FAQ
XFA checks things like whether your disk is encrypted, your screen locks automatically, your OS and browser are up to date, and antivirus or firewall protection is active, plus other checks. The exact list is set by your organization's policy, and XFA only reads these specific settings, never your files or activity.
No. XFA cannot take control of your device and has no admin rights to change settings on its own. It does not read your files, messages, browsing history, or installed apps beyond the specific security settings it checks. If something fails a check, XFA guides you to fix it yourself; it never fixes it for you.

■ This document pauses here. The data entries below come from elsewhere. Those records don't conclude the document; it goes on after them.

export const driftView: ViewFactory = (ctx, route) => {
  setupCharts();
  const q = route.query;
  const zone = ctx.plantZone;
  const specSel = h('select', { attrs: { name: 'specId' } });
  const lineSel = h('select', { attrs: { name: 'lineId' } });
  const metricSel = select(METRICS.map((m) => ({ value: m.id, label: m.label })), q.get('metric') ?? 'bainite-ceiling-margin');
  const errors = h('div');
  const overview = h('div');
  const body = h('div');
  const el = h(
    'section',
    { class: 'drift' },
    h('div', { class: 'page-head' }, h('h1', null, 'Drift across lots'), h('span', { class: 'muted small' }, 'one value per load, in production order')),
    h('form', { class: 'filters row', on: { change: () => void show(), submit: (e) => e.preventDefault() } }, field('Product', specSel), field('Line', lineSel), field('Metric', metricSel)),
    errors,
    overview,
    body,
  );
  const charts: Chart[] = [];

  function params(): URLSearchParams {
    const p = new URLSearchParams();
    if (specSel.value) p.set('specId', specSel.value);
    if (lineSel.value) p.set('lineId', lineSel.value);
    p.set('metric', metricSel.value);
    return p;
  }

  async function show(): Promise<void> {
    setQuery(params());
    if (!specSel.value || !lineSel.value) {
      replace(body, infoBox('Choose a product and a line.'));
      return;
    }
    replace(body, loading());
    try {
      const [ov, chart] = await Promise.all([
        ctx.api.get<OverviewReply>('/v1/drift/charts', { query: { specId: specSel.value, lineId: lineSel.value } }),
        ctx.api.get<DriftChartReply>('/v1/drift', { query: { specId: specSel.value, lineId: lineSel.value, metric: metricSel.value, last: 500 } }),
      ]);
      replace(errors);
      renderOverview(ov);
      renderChart(chart);
    } catch (error) {
      replace(body);
      showError(errors, error, 'Reading the drift charts');
    }
  }

  function renderOverview(ov: OverviewReply): void {
    if (ov.charts.length === 0) {
      replace(overview, infoBox('The worker has not charted this product on this line yet (charts start with the first loads that have predictions or lab results).'));
      return;
    }
    replace(
      overview,
      h('table', { class: 'compact drift-overview' },
        h('thead', null, h('tr', null, ...['Metric', 'Status', 'Lots', 'Limits', `Evaluated (${zone})`].map((x) => h('th', { attrs: { scope: 'col' } }, x)))),
        h('tbody', null, ...ov.charts.map((c) =>
          h('tr', { class: c.metric === metricSel.value ? 'current' : '' },
            h('td', null, h('a', { attrs: { href: `#/drift?specId=${specSel.value}&lineId=${lineSel.value}&metric=${c.metric}` } }, METRICS.find((m) => m.id === c.metric)?.label ?? c.metric)),
            h('td', null, statusWord(c.status)),
            h('td', { class: 'num' }, String(c.lotCount)),
            h('td', null, c.limitsVersion !== null ? `v${c.limitsVersion}` : '—'),
            h('td', null, formatDateTime(c.evaluatedAt, zone)))))),
    );
  }

  function renderChart(c: DriftChartReply): void {
    for (const ch of charts.splice(0)) ch.destroy();
    const unit = c.unit === 'volume fraction' ? 'vol%' : c.unit;
    const scale = c.unit === 'volume fraction' ? 100 : 1;
    const v = (x: number) => x * scale;
    const head = h('div', { class: 'card' },
      h('h2', null, `${c.label.charAt(0).toUpperCase()}${c.label.slice(1)} — ${c.spec.code} on ${c.line.code}`),
      h('p', null, statusLine(c)),
      c.limits
        ? h('p', { class: 'muted small' },
            `Frozen limits v${c.limits.version} (${c.limits.source}): centre ${fmtNum(v(c.limits.centre), 2)} ${unit}, σ ${fmtNum(v(c.limits.sigma), 3)} ${unit}, individuals ${fmtNum(v(c.limits.individuals.lcl), 2)}–${fmtNum(v(c.limits.individuals.ucl), 2)} ${unit}` +
              `${c.settings.config.ewma ? `; EWMA λ ${c.settings.config.ewma.lambda}, L ${c.settings.config.ewma.L}` : ''}${c.settings.config.cusum ? `; CUSUM k ${c.settings.config.cusum.k}σ, h ${c.settings.config.cusum.h}σ` : ''}; adverse direction ${c.settings.adverseDirection}.`)
        : null,
      c.firstSpecBreach
        ? h('p', { class: 'warn' }, `First spec breach at lot ${c.firstSpecBreach.lotId} (${fmtNum(v(c.firstSpecBreach.value), 2)} ${unit} ${c.firstSpecBreach.side} ${fmtNum(v(c.firstSpecBreach.limit), 2)} ${unit})` +
            (c.leadLotsBeforeSpecBreach != null ? `; the charts signalled ${c.leadLotsBeforeSpecBreach} lot${c.leadLotsBeforeSpecBreach === 1 ? '' : 's'} earlier.` : '.'))
        : null,
    );
    if (c.points.length === 0) {
      replace(body, head);
      return;
    }
    const x = (p: DriftPoint) => p.index + 1;
    const signalled = c.points.filter((p) => p.signalKeys.length > 0);
    const lotTitle = (items: Array<{ parsed: { x: number | null } }>) => {
      const at = items[0]?.parsed.x;
      const p = c.points.find((pt) => x(pt) === at);
      return p ? `lot ${x(p)}: ${p.lotId}` : '';
    };

    const spec: Record<string, AnnotationOptions> = {};
    if (c.specLimits?.lower != null) spec['specLo'] = specLine(v(c.specLimits.lower), `spec min ${fmtNum(v(c.specLimits.lower), 2)}`);
    if (c.specLimits?.upper != null) spec['specHi'] = specLine(v(c.specLimits.upper), `spec max ${fmtNum(v(c.specLimits.upper), 2)}`);

    const build: Array<() => Chart> = [];
    const individuals = chartBox('individuals', 'Individuals with frozen limits');
    build.push(() => new Chart(individuals.canvas, {
      type: 'line',
      data: {
        datasets: [
          { label: `value (${unit})`, data: c.points.map((p) => ({ x: x(p), y: v(p.value) })), borderColor: COLORS.bainite, backgroundColor: COLORS.bainite, pointRadius: 2, borderWidth: 1.2, parsing: false } as never,
          { label: 'centre', data: c.points.map((p) => ({ x: x(p), y: v(p.individuals.centre) })), borderColor: COLORS.muted, pointRadius: 0, borderWidth: 1, parsing: false } as never,
          { label: 'UCL / LCL', data: c.points.map((p) => ({ x: x(p), y: v(p.individuals.ucl) })), borderColor: COLORS.ceiling, borderDash: [6, 4], pointRadius: 0, borderWidth: 1, parsing: false } as never,
          { label: '', data: c.points.map((p) => ({ x: x(p), y: v(p.individuals.lcl) })), borderColor: COLORS.ceiling, borderDash: [6, 4], pointRadius: 0, borderWidth: 1, parsing: false } as never,
          { label: 'signal', data: signalled.map((p) => ({ x: x(p), y: v(p.value) })), borderColor: COLORS.nonconforming, backgroundColor: COLORS.nonconforming, showLine: false, pointRadius: 5, pointStyle: 'triangle', parsing: false } as never,
        ],
      },
      options: chartOptions(`Lot (production order)`, `${c.label} (${unit})`, spec, lotTitle),
    }));

    const blocks: HTMLElement[] = [individuals.el];
    if (c.points.some((p) => p.ewma)) {
      const ewma = chartBox('ewma', 'EWMA');
      const pts = c.points.filter((p) => p.ewma);
      build.push(() => new Chart(ewma.canvas, {
        type: 'line',
        data: {
          datasets: [
            { label: `EWMA (${unit})`, data: pts.map((p) => ({ x: x(p), y: v(p.ewma!.statistic) })), borderColor: COLORS.bath[0], pointRadius: 1.5, borderWidth: 1.4, parsing: false } as never,
            { label: 'limits', data: pts.map((p) => ({ x: x(p), y: v(p.ewma!.ucl) })), borderColor: COLORS.ceiling, borderDash: [6, 4], pointRadius: 0, borderWidth: 1, parsing: false } as never,
            { label: '', data: pts.map((p) => ({ x: x(p), y: v(p.ewma!.lcl) })), borderColor: COLORS.ceiling, borderDash: [6, 4], pointRadius: 0, borderWidth: 1, parsing: false } as never,
            { label: 'centre', data: pts.map((p) => ({ x: x(p), y: v(p.ewma!.centre) })), borderColor: COLORS.muted, pointRadius: 0, borderWidth: 1, parsing: false } as never,
            { label: 'EWMA signal', data: pts.filter((p) => p.signalKeys.some((k) => k.startsWith('ewma'))).map((p) => ({ x: x(p), y: v(p.ewma!.statistic) })), borderColor: COLORS.nonconforming, backgroundColor: COLORS.nonconforming, showLine: false, pointRadius: 5, pointStyle: 'triangle', parsing: false } as never,
          ],
        },
        options: chartOptions('Lot (production order)', `EWMA (${unit})`, {}, lotTitle),
      }));
      blocks.push(ewma.el);
    }
    if (c.points.some((p) => p.cusum)) {
      const cusum = chartBox('cusum', 'Tabular CUSUM');
      const pts = c.points.filter((p) => p.cusum);
      const hVal = pts[0]!.cusum!.h;
      build.push(() => new Chart(cusum.canvas, {
        type: 'line',
        data: {
          datasets: [
            { label: 'C⁺ (σ)', data: pts.map((p) => ({ x: x(p), y: p.cusum!.upper })), borderColor: COLORS.furnace[0], pointRadius: 1.5, borderWidth: 1.4, parsing: false } as never,
            { label: '−C⁻ (σ)', data: pts.map((p) => ({ x: x(p), y: -p.cusum!.lower })), borderColor: COLORS.bainite, pointRadius: 1.5, borderWidth: 1.4, parsing: false } as never,
            { label: 'CUSUM signal', data: pts.filter((p) => p.signalKeys.some((k) => k.startsWith('cusum'))).map((p) => ({ x: x(p), y: p.signalKeys.some((k) => k === 'cusum:down') ? -p.cusum!.lower : p.cusum!.upper })), borderColor: COLORS.nonconforming, backgroundColor: COLORS.nonconforming, showLine: false, pointRadius: 5, pointStyle: 'triangle', parsing: false } as never,
          ],
        },
        options: chartOptions('Lot (production order)', 'Cumulative sum (σ)', { hUp: specLine(hVal, `+h ${fmtNum(hVal, 1)}σ`, COLORS.ceiling), hDown: specLine(-hVal, `−h ${fmtNum(hVal, 1)}σ`, COLORS.ceiling) }, lotTitle),
      }));
      blocks.push(cusum.el);
    }

    const onsets = c.signals.filter((s) => s.onset);
    replace(
      body,
      head,
      h('div', { class: 'drift-charts' }, ...blocks),
      h('section', { class: 'card' },
        h('h2', null, `Signals (${c.signals.length}; ${onsets.length} onset${onsets.length === 1 ? '' : 's'})`),
        onsets.length === 0 ? h('p', { class: 'muted' }, 'No chart has signalled.') :
          h('ul', { class: 'signals' }, ...onsets.slice(-30).reverse().map((s) => h('li', { class: s.adverse ? 'adverse' : '' }, h('strong', null, `lot ${s.index + 1} (${s.lotId}) · ${s.description}`), s.adverse ? h('span', { class: 'warn' }, ' adverse') : null, h('div', { class: 'small' }, s.message)))),
        c.episodes.length > 0
          ? h('div', null, h('h3', null, 'Episodes'), h('ul', null, ...c.episodes.map((e) => h('li', null,
              `From lot ${e.onsetIndex + 1} (${e.onsetLotId}), ${e.direction}${e.ongoing ? ', ongoing' : ''}: ${e.keys.join(', ')}`,
              e.deviation ? [' — ', link(`/deviations/${e.deviation.id}`, 'drift deviation'), ' ', statusChip(e.deviation.status as never)] : ''))))
          : null,
      ),
    );
    // Charts are made only once their canvases are in the page: chart.js sizes a canvas from its
    // container, and one made on a detached canvas stays blank until a later resize callback.
    for (const make of build) charts.push(make());
    el.dataset['drawnAt'] = String(Date.now());
  }

  function chartBox(name: string, title: string): { el: HTMLElement; canvas: HTMLCanvasElement } {
    const canvas = h('canvas', { attrs: { role: 'img', 'aria-label': `${title} chart` } });
    return { el: h('section', { class: 'card charts' }, h('h2', null, title), h('div', { class: 'chart-box', dataset: { chart: `drift-${name}` } }, canvas)), canvas };
  }

  void Promise.all([ctx.specs(), ctx.lines()])
    .then(([specs, lines]: [Spec[], Line[]]) => {
      for (const s of specs) specSel.append(h('option', { props: { value: s.id, selected: q.get('specId') === s.id } }, `${s.code} ${s.name}`));
      for (const l of lines) lineSel.append(h('option', { props: { value: l.id, selected: q.get('lineId') === l.id } }, `${l.code} ${l.name}`));
      if (specs.length === 0 || lines.length === 0) {
        replace(body, infoBox('No product specs or lines yet.'));
        return;
      }
      void show();
    })
    .catch((error) => showError(errors, error, 'Reading products and lines'));

  const off = ctx.stream.onEvent((e) => {
    if (e.type === 'deviation.changed' && e.rule === 'drift') void show();
  });

  return {
    el,
    title: 'Drift',
    dispose() {
      off();
      for (const ch of charts) ch.destroy();
    },
  };
};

Installing XFA takes only minutes and needs no account. When your organization asks you to verify a device, follow the link and download the XFA app: the Desktop Application on Windows, macOS, and Linux, or the Mobile App on iOS and Android. Open the installer, follow the prompts, then return to the verification screen to connect.

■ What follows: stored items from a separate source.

/** JSON text of a payload that may hold RawJson pieces and own '__proto__' properties. */
export function toJsonText(value: unknown): string {
  if (value instanceof RawJson) return value.text;
  if (value === undefined) return 'null';
  if (Array.isArray(value)) return `[${value.map(toJsonText).join(',')}]`;
  if (value !== null && typeof value === 'object') {
    const entries = Object.keys(value)
      .filter((k) => (value as Record<string, unknown>)[k] !== undefined)
      .map((k) => `${JSON.stringify(k)}:${toJsonText((value as Record<string, unknown>)[k])}`);
    return `{${entries.join(',')}}`;
  }
  return JSON.stringify(value);
}

/** Sets an own, enumerable property even for the key '__proto__' (plain assignment would set the prototype). */
function setOwn(target: Record<string, unknown>, key: string, value: unknown): void {
  Object.defineProperty(target, key, { value, enumerable: true, configurable: true, writable: true });
}

function clone<T>(value: T): T {
  if (Array.isArray(value)) return value.map(clone) as T;
  if (value !== null && typeof value === 'object' && !(value instanceof RawJson)) {
    const out: Record<string, unknown> = {};
    for (const key of Object.keys(value)) setOwn(out, key, clone((value as Record<string, unknown>)[key]));
    return out as T;
  }
  return value;
}

export type PathPart = string | number;

/** Every path inside a JSON value (objects' keys and arrays' indices), parents before children. */
export function pathsOf(value: unknown, prefix: PathPart[] = []): PathPart[][] {
  const out: PathPart[][] = [];
  if (Array.isArray(value)) {
    value.forEach((item, i) => {
      out.push([...prefix, i]);
      out.push(...pathsOf(item, [...prefix, i]));
    });
  } else if (value !== null && typeof value === 'object' && !(value instanceof RawJson)) {
    for (const key of Object.keys(value)) {
      out.push([...prefix, key]);
      out.push(...pathsOf((value as Record<string, unknown>)[key], [...prefix, key]));
    }
  }
  return out;
}
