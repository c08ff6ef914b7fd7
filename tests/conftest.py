"""Fixtures shared by the whole suite: where things are, and the demo sensor calibration as a
frame, a study and a grown tree (depth 2). Trees are built once per test module, as the modules
did on their own before; a test that expands nodes changes only its own module's tree.

The ``slow`` marker (pyproject.toml) tags the simulation checks; ``python -m pytest -m "not slow"``
is the quick loop described in DEVELOPERS.md.
"""

from __future__ import annotations

from pathlib import Path

import pandas as pd
import pytest

REPO = Path(__file__).resolve().parents[1]
DATASETS = REPO / "datasets"
SENSOR = DATASETS / "sensor_calibration.csv"
SENSOR_Y, SENSOR_X, SENSOR_COVARIATES = "signal_mv", "conc_mg_l", ("run_day", "temp_c")


@pytest.fixture(scope="session")
def repo() -> Path:
    """The repository's root folder."""
    return REPO


@pytest.fixture(scope="module")
def sensor() -> pd.DataFrame:
    """The demo sensor calibration table (invented data, see datasets/README.md)."""
    return pd.read_csv(SENSOR)


@pytest.fixture(scope="module")
def sensor_study(sensor):
    """The demo calibration as a study: signal on concentration, run day and temperature as covariates."""
    import bendwise.engine as engine
    return engine.make_study(sensor, y=SENSOR_Y, x=SENSOR_X, covariates=list(SENSOR_COVARIATES))


@pytest.fixture(scope="module")
def sensor_tree(sensor_study):
    """The demo calibration's remedy tree grown to depth 2."""
    import bendwise.engine as engine
    return engine.grow(sensor_study, depth=2)
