/**
 * N fibres of the Hopf fibration S³ → S² over equally spaced points of one latitude, projected
 * stereographically from (0,0,0,1): round, pairwise linked circles. Fibre k is
 * (cos η e^{it}, sin η e^{i(t+β_k)}) with β_k = π/2 − 2πk/N; multiplying z1 by a phase rotates
 * R³ about z and shifts β, so fibre k is fibre 0 turned by 2πk/N about z, and (x1,x2,x3) →
 * (x1,−x2,−x3) sends β to π − β, a 2-fold axis x through fibre 0.
 */
function torusPose(n: number, R: number, centers: Vec3[], normals: Vec3[]): void {
  for (let k = 0; k < n; k++) {
    const beta = Math.PI / 2 - (2 * Math.PI * k) / n;
    const pts = [0, 1, 2].map((q) => {
      const t = (2 * Math.PI * q) / 3;
      const x1 = Math.cos(FIBRE_ETA) * Math.cos(t), x2 = Math.cos(FIBRE_ETA) * Math.sin(t);
      const x3 = Math.sin(FIBRE_ETA) * Math.cos(t + beta), x4 = Math.sin(FIBRE_ETA) * Math.sin(t + beta);
      return [x1 / (1 - x4), x2 / (1 - x4), x3 / (1 - x4)] as Vec3;
    });
    const circle = circleThrough(pts[0]!, pts[1]!, pts[2]!);
    const s = R / circle.radius;
    centers.push([circle.center[0] * s, circle.center[1] * s, circle.center[2] * s]);
    normals.push(circle.normal);
  }
}

// ---- helpers -------------------------------------------------------------------------------------

function expandRadii(spec: CatalogSpec, radii: number[] | undefined): number[] {
  const n = ringCount(spec);
  if (radii === undefined || radii.length === 0) return new Array<number>(n).fill(1);
  radii.forEach((x) => {
    if (!(Number.isFinite(x) && x > 0)) throw new InputError(`--radii: ${x} must be a number > 0; give core radii like 1 or 1,1.5,1`);
  });
  if (radii.length === 1) return new Array<number>(n).fill(radii[0]!);
  if (radii.length !== n) {
    throw new InputError(`--radii: got ${radii.length} values but ${spec.text} has ${n} rings; give one value for all rings or ${n} values`);
  }
  return radii.slice();
}

function checkIntendedLink(spec: CatalogSpec, layout: Layout, radii: number[] | undefined): void {
  const got = linkingMatrix(layout.rings);
  const want = linkingPattern(spec);
  for (let i = 0; i < got.length; i++) {
    for (let j = i + 1; j < got.length; j++) {
      if (Math.abs(got[i]![j]!) !== want[i]![j]) {
        const names = `${layout.rings[i]!.name} and ${layout.rings[j]!.name}`;
        const why = want[i]![j] ? 'are not linked' : 'are linked but should not be';
        const fix = radii ? `--radii ${radii.join(',')} is too unequal for ${spec.text}; use closer radii or a layout file` : 'please report this as a bug';
        throw new InputError(`${spec.text}: generated rings ${names} ${why}; ${fix}`);
      }
    }
  }
}

function circleThrough(p: Vec3, q: Vec3, r: Vec3): { center: Vec3; normal: Vec3; radius: number } {
  const a: Vec3 = [q[0] - p[0], q[1] - p[1], q[2] - p[2]];
  const b: Vec3 = [r[0] - p[0], r[1] - p[1], r[2] - p[2]];
  const n = cross(a, b);
  const nn = dot(n, n);
  // Circumcentre offset from p: (|b|² (n × a) + |a|² (b × n)) / (2 |n|²).
  const na = cross(n, a), bn = cross(b, n);
  const aa = dot(a, a), bb = dot(b, b);
  const off: Vec3 = [0, 1, 2].map((i) => (bb * na[i]! + aa * bn[i]!) / (2 * nn)) as Vec3;
  const l = Math.sqrt(nn);
  return {
    center: [p[0] + off[0], p[1] + off[1], p[2] + off[2]],
    normal: [n[0] / l, n[1] / l, n[2] / l],
    radius: Math.hypot(off[0], off[1], off[2]),
  };
}

const cross = (a: Vec3, b: Vec3): Vec3 => [a[1] * b[2] - a[2] * b[1], a[2] * b[0] - a[0] * b[2], a[0] * b[1] - a[1] * b[0]];
const dot = (a: Vec3, b: Vec3): number => a[0] * b[0] + a[1] * b[1] + a[2] * b[2];
const mean = (xs: number[]): number => xs.reduce((s, x) => s + x, 0) / xs.length;

/** Coordinates below this times the scale are round-off residue of an exact 0 (noise in files). */
const ROUNDOFF_REL = 1e-14;

function clean(x: number, scale: number): number {
  return Math.abs(x) < ROUNDOFF_REL * scale ? 0 : x;
}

If your organization sees a device as "Lost connection," open the XFA app on that device (install or update it first if needed) and check that your organization is still connected. If it is not, accept the invitation again or follow the verification email your IT team sent. XFA then shares a fresh status automatically.
You may not need to uninstall at all. To stop sharing your device status, just disconnect from the organization inside the XFA app. To remove XFA completely, disconnect from all organizations first, then uninstall the app using your operating system's standard removal process for Windows, macOS, Linux, iOS, or Android.
No. On both macOS and Windows, the built-in antivirus and firewall provide a good level of security and are enough on their own; on Mac, this has always been the case. These are typically on by default, but if you or someone else turns them off, XFA will flag it during its checks.
The XFA agent checks your device and reports its status roughly every 6 hours, with the exact timing varied slightly so your active hours cannot be inferred from the pattern. Opening XFA on your device also triggers an immediate check, keeping your organization's view of your device status current.
XFA's Secrets in Environment check scans for environment variables whose names suggest they hold credentials, like API keys, tokens, or passwords, across shell configs, running processes, and system settings. It records only the variable name, never the actual value, and flags cases where those credentials could be exposed to any process on the device.
We look for variable names containing patterns like:
- KEY (e.g. API_KEY, PRIVATE_KEY, AWS_ACCESS_KEY)
- TOKEN (e.g. AUTH_TOKEN, GITHUB_TOKEN)
- SECRET (e.g. CLIENT_SECRET, JWT_SECRET)
- PASSWORD / PASSWD (e.g. DB_PASSWORD)
- CREDENTIAL (e.g. AWS_CREDENTIAL)
- OAUTH (e.g. OAUTH_TOKEN)
- ENCRYPTION_KEY, SIGNING_KEY
Where do we look?
- Process environment: variables inherited by all child processes
- Shell environments (bash, zsh, fish): variables set in shell config files
- Running process command lines: secrets passed as arguments (e.g.
docker run -e API_KEY=xxx) - macOS launchd session: variables inherited by GUI apps (IDEs, AI assistants)
- Windows registry: user and system-level environment variables
Secrets stored in environment variables are accessible to every process running in that context, including AI coding assistants, IDE plugins, and any tool launched from the terminal or desktop. This is a significant attack surface.
XFA's Unattended remote access check looks for third-party remote control tools, such as TeamViewer, AnyDesk, and Chrome Remote Desktop, that are configured to allow connections without your on-screen approval. Simply having these tools installed does not trigger a flag; only an active unattended access configuration does, since it can act as a persistent backdoor into your device.
Which tools are checked?
- TeamViewer
- AnyDesk
- Chrome Remote Desktop
XFA does not flag these tools simply for being installed. The check only triggers when unattended access is actively configured (for example, a permanent password is set or a service is running that allows connections without on-screen approval).
How do I fix this? To become compliant, you can either:
- Disable unattended access in the tool's settings (for example, remove the permanent password in TeamViewer, disable the unattended access option in AnyDesk, or remove your device from Chrome Remote Desktop).
- Uninstall the remote control tool entirely if you no longer need it.